I am going to perform a simple hypothesis testing to see if there is a difference in city miles per gallon between regular and premium fuel types.
First, we need to use dplyr to manipulate data.
library(dplyr)
I am using the mpg data that is under ggplot2 package. Using head function, we can see the first 6 rows.
mpg <- ggplot2::mpg
head(mpg)
## # A tibble: 6 x 11
## manufacturer model displ year cyl trans drv cty hwy fl class
## <chr> <chr> <dbl> <int> <int> <chr> <chr> <int> <int> <chr> <chr>
## 1 audi a4 1.8 1999 4 auto(~ f 18 29 p comp~
## 2 audi a4 1.8 1999 4 manua~ f 21 29 p comp~
## 3 audi a4 2 2008 4 manua~ f 20 31 p comp~
## 4 audi a4 2 2008 4 auto(~ f 21 30 p comp~
## 5 audi a4 2.8 1999 6 auto(~ f 16 26 p comp~
## 6 audi a4 2.8 1999 6 manua~ f 18 26 p comp~
I am selecting only the necessary columns and filtered so that only regular and premium fuel types remain.
test <- mpg %>%
select(fl, cty) %>%
filter(fl %in% c("r", "p"))
Now, we can check the outcome of data preparation below.
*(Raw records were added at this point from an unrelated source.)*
/// Rounds to three significant digits, as gauge controllers print.
fn round_sig3(x: f64) -> f64 {
    if x == 0.0 || !x.is_finite() {
        return x;
    }
    let e = x.abs().log10().floor() as i32 - 2;
    // Divide or multiply by an exact power of ten so that the result is the
    // double nearest the rounded decimal.
    let r = if e < 0 {
        let f = 10f64.powi(-e);
        (x * f).round() / f
    } else {
        let f = 10f64.powi(e);
        (x / f).round() * f
    };
    if r.is_finite() { r } else { x }
}

fn mbar(pa: f64) -> f64 {
    round_sig3(PressureUnit::Mbar.value_of(pa))
}

impl Gauges {
    /// The gauges, with noise streams drawn from `seed`.
    pub fn new(seed: u64) -> Self {
        let table = GasTable::builtin();
        Gauges {
            ion_sens: ion_sensitivity(&table),
            thermal: ThermalResponse::new(&table),
            rng: [0u64, 1, 2, 3].map(|k| Rng::new(seed, k + 1)),
            ion: Emission::Off,
            combined_ion_on: false,
            dropouts: Vec::new(),
        }
    }

    /// The channels, in the order readings are returned.
    pub fn channels() -> Vec<ChannelInfo> {
        GaugeId::ALL
            .iter()
            .map(|g| ChannelInfo::new(g.channel(), g.unit()))
            .collect()
    }

    /// Schedules a fault: `gauge` reports `sensor-error` from `from_s` for
    /// `duration_s`.
    pub fn add_dropout(&mut self, gauge: GaugeId, from_s: f64, duration_s: f64) {
        self.dropouts
            .push((gauge, from_s, from_s + duration_s.max(0.0)));
    }

    fn dropped(&self, gauge: GaugeId, t: f64) -> bool {
        self.dropouts
            .iter()
            .any(|(g, from, to)| *g == gauge && t >= *from && t < *to)
    }

    /// Whether the separate ionization gauge is emitting.
    pub fn ion_on(&self) -> bool {
        self.ion == Emission::On
    }

    /// One reading per channel.
    pub fn read(&mut self, x: Exposure<'_>) -> Vec<Sample> {
        let cdg = self.read_cdg(&x);
        let chamber = self.read_combined(&x);
        let ion = self.read_ion(&x);
        let wall = self.read_wall(&x);
        let mut out = vec![cdg, chamber, ion, wall];
        for (s, g) in out.iter_mut().zip(GaugeId::ALL) {
            if self.dropped(g, x.t_s) {
                *s = Sample::bad(x.time, g.channel(), g.unit(), Fault::SensorError);
            }
        }
        out
    }

    fn read_cdg(&mut self, x: &Exposure<'_>) -> Sample {
        let rng = &mut self.rng[0];
        let p: f64 = x.p.iter().sum();
        let reading = p * (1.0 + CDG_NOISE_REL * rng.normal())
            + CDG_ZERO_OFFSET_PA
            + CDG_NOISE_ABS_PA * rng.normal();
        pressure_sample(x.time, CDG, reading, CDG_MIN_PA, CDG_MAX_PA)
    }

    fn read_combined(&mut self, x: &Exposure<'_>) -> Sample {
        let rng = &mut self.rng[1];
        let h = self.thermal.signal(x.p);
        let h_meas =
            h * (1.0 + THERMAL_NOISE_REL * rng.normal()) + THERMAL_NOISE_ABS_PA * rng.normal();
        let ion_meas = ion_indicated(&self.ion_sens, x.p)
            * (1.0 + COMBINED_ION_NOISE_REL * rng.normal())
            + ION_RESIDUAL_PA;
        let thermal = thermal_invert(h_meas.max(0.0));
        // The ionization element follows the thermal element's reading.
        let thermal_for_switch = thermal.unwrap_or(f64::INFINITY);
        if self.combined_ion_on && thermal_for_switch > ION_ELEMENT_OFF_PA {
            self.combined_ion_on = false;
        } else if !self.combined_ion_on && thermal_for_switch < ION_ELEMENT_ON_PA {
            self.combined_ion_on = true;
        }
        if self.combined_ion_on && ion_meas < COMBINED_SWITCH_PA {
            return pressure_sample(x.time, CHAMBER, ion_meas, COMBINED_MIN_PA, COMBINED_MAX_PA);
        }
        match thermal {
            Some(t) if t < THERMAL_MIN_PA => {
                Sample::bad(x.time, CHAMBER, PRESSURE_UNIT, Fault::UnderRange)
            }
            Some(t) => pressure_sample(x.time, CHAMBER, t, COMBINED_MIN_PA, COMBINED_MAX_PA),
            None => Sample::bad(x.time, CHAMBER, PRESSURE_UNIT, Fault::OverRange),
        }
    }

    fn read_ion(&mut self, x: &Exposure<'_>) -> Sample {
        let rng = &mut self.rng[2];
        let true_ind = ion_indicated(&self.ion_sens, x.p);
        let reading = true_ind * (1.0 + ION_NOISE_REL * rng.normal()) + ION_RESIDUAL_PA;
        // The controller switches emission on from another gauge's setpoint
        // and off to protect the filament.
        self.ion = match self.ion {
            Emission::On if reading > ION_PROTECT_PA => Emission::Off,
            Emission::Off if true_ind < ION_RESTART_PA => Emission::Starting {
                stable_at: x.t_s + ION_WARM_UP_S,
            },
            Emission::Starting { .. } if true_ind > ION_PROTECT_PA => Emission::Off,
            Emission::Starting { stable_at } if x.t_s >= stable_at => Emission::On,
            e => e,
        };
        if self.ion != Emission::On {
            return Sample::bad(x.time, ION, PRESSURE_UNIT, Fault::SensorOff);
        }
        pressure_sample(x.time, ION, reading, ION_MIN_PA, ION_PROTECT_PA)
    }

    fn read_wall(&mut self, x: &Exposure<'_>) -> Sample {
        let rng = &mut self.rng[3];
        let c = x.wall_k - ZERO_CELSIUS_K + TC_NOISE_K * rng.normal();
        if !c.is_finite() {
            return Sample::bad(x.time, WALL, TEMPERATURE_UNIT, Fault::SensorError);
        }
        Sample::ok(x.time, WALL, (c * 10.0).round() / 10.0, TEMPERATURE_UNIT)
    }
}

/// A pressure reading with range checks: under-range below `min_pa`,
/// over-range above `max_pa`, else the value in mbar.
fn pressure_sample(
    time: DateTime<Utc>,
    channel: &str,
    pa: f64,
    min_pa: f64,
    max_pa: f64,
) -> Sample {
    if !pa.is_finite() {
        Sample::bad(time, channel, PRESSURE_UNIT, Fault::SensorError)
    } else if pa > max_pa {
        Sample::bad(time, channel, PRESSURE_UNIT, Fault::OverRange)
    } else if pa < min_pa {
        Sample::bad(time, channel, PRESSURE_UNIT, Fault::UnderRange)
    } else {
        Sample::ok(time, channel, mbar(pa), PRESSURE_UNIT)
    }
}

#[cfg(test)]
mod tests {
    use super::*;

    fn pure(s: Species, p: f64) -> [f64; N_SPECIES] {
        let mut a = [0.0; N_SPECIES];
        a[s.index()] = p;
        a
    }

    #[test]
    fn ion_reading_in_argon_is_1_4_times_true() {
        let sens = ion_sensitivity(&GasTable::builtin());
        let p = pure(Species::Ar, 1e-4);
        assert!((ion_indicated(&sens, &p) / 1e-4 - 1.4).abs() < 1e-9);
    }

    #[test]
    fn thermal_element_reads_true_for_air_low_for_argon_high_for_helium() {
        let th = ThermalResponse::new(&GasTable::builtin());
        for p in [1.0, 100.0, 1e4, 1e5] {
            let r = th
                .indicated(&pure(Species::Air, p))
                .expect("air is on scale");
            assert!((r / p - 1.0).abs() < 1e-9);
        }
        let ar = th.indicated(&pure(Species::Ar, 1.0)).expect("on scale");
        assert!(ar > 0.45 && ar < 0.7, "{ar}");
        // Argon at atmosphere levels off far below 1000 mbar.
        let ar_atm = th.indicated(&pure(Species::Ar, 1e5)).expect("on scale");
        assert!(ar_atm < 3e4, "{ar_atm}");
        // Helium conducts heat far better than N2 and runs off the scale.
        assert!(th.indicated(&pure(Species::He, 5e4)).is_none());
        // Humid air at atmosphere still reads within a few percent.
        let mut humid = pure(Species::Air, 1.0e5);
        humid[Species::H2O.index()] = 1.3e3;
        let r = th.indicated(&humid).expect("on scale");
        assert!((r / 1.013e5 - 1.0).abs() < 0.05, "{r}");
    }

    #[test]
    fn rounding_keeps_three_digits() {
        assert_eq!(round_sig3(1.23456e-6), 1.23e-6);
        assert_eq!(round_sig3(987.6), 988.0);
        assert_eq!(round_sig3(0.0), 0.0);
    }
}
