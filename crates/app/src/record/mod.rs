//! The recorder: writes samples as log format v1, never dropping one while it
//! can be kept.
//!
//! * Samples of one line (same data time, distinct channels) share a row.
//! * Files rotate by size and by UTC day of the data, and whenever a new
//!   channel appears (the header changes); each file starts with a full
//!   header, so every file reads back on its own.
//! * Rows are written to the OS at every [`Recorder::flush`] (the caller's
//!   interval) and whenever a batch is full; files are fsynced on rotation
//!   and on [`Recorder::close`].
//! * On a write error (disk full, file-size limit, directory removed) the
//!   file is cut back to its last complete row, rows stay in a bounded
//!   buffer, the error is reported, and writing is retried in a new file;
//!   only when that buffer is full are rows lost, oldest first, and counted.
//!   The rows lost in one spell of failure are reported once, as one
//!   [`RecordEvent::Lost`] with their count and data-time range, when
//!   writing works again or the recorder is closed.

pub mod derived;

use std::collections::VecDeque;
use std::fs::{File, OpenOptions};
use std::io::Write;
use std::os::unix::fs::MetadataExt;
use std::path::{Path, PathBuf};

use chrono::{DateTime, NaiveDate, Utc};

use crate::log::v1::{self, Cell, Column, LogMeta};
use crate::sample::{ChannelInfo, Sample};
pub use derived::Deriver;

/// Recorder settings.
#[derive(Debug, Clone, PartialEq)]
pub struct RecordSettings {
    /// Directory the log files go into (created if missing).
    pub dir: PathBuf,
    /// File name prefix.
    pub prefix: String,
    /// Start a new file when one reaches this many bytes.
    pub max_bytes: Option<u64>,
    /// Start a new file when the UTC day of the data changes.
    pub rotate_daily: bool,
    /// Rows kept in memory while writing fails; beyond it the oldest are lost.
    pub buffer_rows: usize,
}
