#[test]
fn every_scenario_runs_to_its_end_with_finite_readings() {
    for scenario in Scenario::ALL {
        let interval = if scenario == Scenario::Bakeout {
            20.0
        } else {
            5.0
        };
        let rows = run(scenario, interval);
        let mut phases: Vec<&str> = Vec::new();
        for (t, samples) in &rows {
            assert!(t.total_pa.is_finite() && t.total_pa > 0.0, "{scenario}");
            assert!(t.partial_pa.iter().all(|p| p.is_finite() && *p >= 0.0));
            assert!(t.wall_k.is_finite() && t.wall_k > 250.0);
            assert!(t.argon_flow_pa_m3_s.is_finite());
            assert!(t.water_outgassing_pa_m3_s.is_finite());
            for s in samples {
                assert_eq!(
                    s.value().is_some(),
                    s.status() == Status::Ok,
                    "{scenario} {s:?}"
                );
                if let Some(v) = s.value() {
                    assert!(v.is_finite(), "{scenario} {s:?}");
                    if s.unit.is_pressure() {
                        assert!(v > 0.0, "{scenario} {s:?}");
                    }
                }
            }
            if phases.last() != Some(&t.phase) {
                phases.push(t.phase);
            }
        }
        assert!(
            phases.starts_with(&["roughing", "high-vacuum"]),
            "{scenario}: {phases:?}"
        );
        let expected: &[&str] = match scenario {
            Scenario::Pumpdown => &["roughing", "high-vacuum"],
            Scenario::LeakCheck => &[
                "roughing",
                "high-vacuum",
                "leak-test",
                "high-vacuum",
                "isolated",
                "high-vacuum",
            ],
            Scenario::Outgassing => &["roughing", "high-vacuum", "isolated", "high-vacuum"],
            Scenario::Process => &["roughing", "high-vacuum", "process", "high-vacuum"],
            Scenario::Bakeout => &[
                "roughing",
                "high-vacuum",
                "bakeout",
                "cool-down",
                "high-vacuum",
            ],
            Scenario::Demo => &["roughing", "high-vacuum", "process", "high-vacuum", "vent"],
        };
        assert_eq!(phases, expected, "{scenario}");
        let mixture = Mixture::parse(&sim(scenario, 1.0, 1).gas_label(), &GasTable::builtin());
        assert!(mixture.is_ok(), "{scenario}");
    }
}

#[test]
fn demo_shows_a_gate_a_dropout_and_an_excursion() {
    let rows = run(Scenario::Demo, 1.0);
    // Below 5e-6 mbar for two minutes within the first ten.
    let mut below_since = None;
    let mut gate_at = None;
    for (t, _) in &rows {
        if t.total_pa < 5e-4 {
            let since = *below_since.get_or_insert(t.elapsed_s);
            if t.elapsed_s - since >= 120.0 && gate_at.is_none() {
                gate_at = Some(t.elapsed_s);
            }
        } else {
            below_since = None;
        }
    }
    let gate_at = gate_at.expect("the gate condition is met");
    assert!(gate_at < 600.0, "{gate_at}");
    // The dropout: sensor errors for a while, never a number.
    let errors: Vec<&Sample> = rows
        .iter()
        .map(|(_, s)| sample(s, "chamber"))
        .filter(|s| s.status() == Status::SensorError)
        .collect();
    assert!((15..=25).contains(&errors.len()), "{}", errors.len());
    assert!(errors.iter().all(|s| s.value().is_none()));
    // The excursion: two decades above base for a short while, then back.
    let h = 60.0;
    let base = window(&rows, 30.5 * h, 31.0 * h - 1.0)[0].total_pa;
    let peak = window(&rows, 31.0 * h, 33.0 * h)
        .iter()
        .map(|t| t.total_pa)
        .fold(0.0, f64::max);
    assert!(peak > 50.0 * base, "{peak} vs {base}");
    let settled = window(&rows, 34.0 * h, 34.5 * h)[0].total_pa;
    assert!(settled < 2.0 * base);
    // Ends vented, at atmosphere.
    let end = &rows.last().expect("rows").0;
    assert_eq!(end.phase, "vent");
    assert!((end.total_pa / crate::units::ATM_PA - 1.0).abs() < 0.01);
    assert!(sim(Scenario::Demo, 1.0, 1).natural_duration_s() <= 3600.0);
}
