//! A small deterministic random-number generator for gauge noise:
//! splitmix64 to seed, xoshiro256** to draw, Box–Muller for normal deviates.
//!
//! Reproducible across platforms: the same seed gives the same sequence.

/// One step of splitmix64; used to expand a seed into generator state.
pub fn splitmix64(state: &mut u64) -> u64 {
    *state = state.wrapping_add(0x9e37_79b9_7f4a_7c15);
    let mut z = *state;
    z = (z ^ (z >> 30)).wrapping_mul(0xbf58_476d_1ce4_e5b9);
    z = (z ^ (z >> 27)).wrapping_mul(0x94d0_49bb_1331_11eb);
    z ^ (z >> 31)
}

/// xoshiro256** generator with a cached second Box–Muller deviate.
#[derive(Debug, Clone, PartialEq)]
pub struct Rng {
    s: [u64; 4],
    spare: Option<f64>,
}

impl Rng {
    /// A generator for `seed` and an independent `stream` number (one stream
    /// per gauge, so that adding a gauge does not change the others' noise).
    pub fn new(seed: u64, stream: u64) -> Self {
        let mut sm = seed ^ stream.wrapping_mul(0xd1b5_4a32_d192_ed03);
        let mut s = [0u64; 4];
        for x in &mut s {
            *x = splitmix64(&mut sm);
        }
        // An all-zero state would stay zero; splitmix64 never yields four
        // zeros in a row, but guard anyway.
        if s == [0; 4] {
            s[0] = 1;
        }
        Rng { s, spare: None }
    }

    /// The next 64 random bits.
    pub fn next_u64(&mut self) -> u64 {
        let result = self.s[1].wrapping_mul(5).rotate_left(7).wrapping_mul(9);
        let t = self.s[1] << 17;
        self.s[2] ^= self.s[0];
        self.s[3] ^= self.s[1];
        self.s[1] ^= self.s[2];
        self.s[0] ^= self.s[3];
        self.s[2] ^= t;
        self.s[3] = self.s[3].rotate_left(45);
        result
    }

    /// Uniform in [0, 1), 53 bits.
    pub fn uniform(&mut self) -> f64 {
        (self.next_u64() >> 11) as f64 * (1.0 / (1u64 << 53) as f64)
    }

    /// Standard normal deviate (Box–Muller: r = √(−2 ln u₁), θ = 2π u₂).
    pub fn normal(&mut self) -> f64 {
        if let Some(z) = self.spare.take() {
            return z;
        }
        // u1 in (0, 1] so that ln u1 is finite.
        let u1 = 1.0 - self.uniform();
        let u2 = self.uniform();
        let r = (-2.0 * u1.ln()).sqrt();
        let theta = std::f64::consts::TAU * u2;
        self.spare = Some(r * theta.sin());
        r * theta.cos()
    }
}

#[cfg(test)]
mod tests {
    use super::*;

    #[test]
    fn same_seed_same_stream() {
        let mut a = Rng::new(7, 1);
        let mut b = Rng::new(7, 1);
        for _ in 0..100 {
            assert_eq!(a.next_u64(), b.next_u64());
        }
        let mut c = Rng::new(7, 2);
        assert_ne!(Rng::new(7, 1).next_u64(), c.next_u64());
    }

    #[test]
    fn normal_has_unit_moments() {
        let mut r = Rng::new(42, 0);
        let n = 50_000;
        let xs: Vec<f64> = (0..n).map(|_| r.normal()).collect();
        let mean = xs.iter().sum::<f64>() / n as f64;
        let var = xs.iter().map(|x| (x - mean).powi(2)).sum::<f64>() / n as f64;
        assert!(mean.abs() < 0.02, "mean {mean}");
        assert!((var - 1.0).abs() < 0.03, "variance {var}");
        assert!(xs.iter().all(|x| x.is_finite()));
    }

    #[test]
    fn uniform_stays_in_unit_interval() {
        let mut r = Rng::new(0, 0);
        for _ in 0..10_000 {
            let u = r.uniform();
            assert!((0.0..1.0).contains(&u));
        }
    }
}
The table function will show how many records are there for each fuel type.
head(test)
## # A tibble: 6 x 2
## fl cty
## <chr> <int>
## 1 p 18
## 2 p 21
## 3 p 20
## 4 p 21
## 5 p 16
## 6 p 18
table(test$fl)
##
## p r
## 52 168
Now, here is the t-test.
t.test(data = test, cty ~ fl, var.equal = TRUE)
##
## Two Sample t-test
##
## data: cty by fl
## t = 1.0662, df = 218, p-value = 0.2875
## alternative hypothesis: true difference in means is not equal to 0
## 95 percent confidence interval:
## -0.5322946 1.7868733
## sample estimates:
## mean in group p mean in group r
## 17.36538 16.73810
From the test, we can not say that there is a difference in city miles per gallon between regular and premium fuel types.
The p-value is higher than 0.05 and the result is telling us that there is 28.75% chance that we got this result by chance, though actually there is no difference.
Again, there is a high chance that the difference between the mean of the two fuel types happened by chance.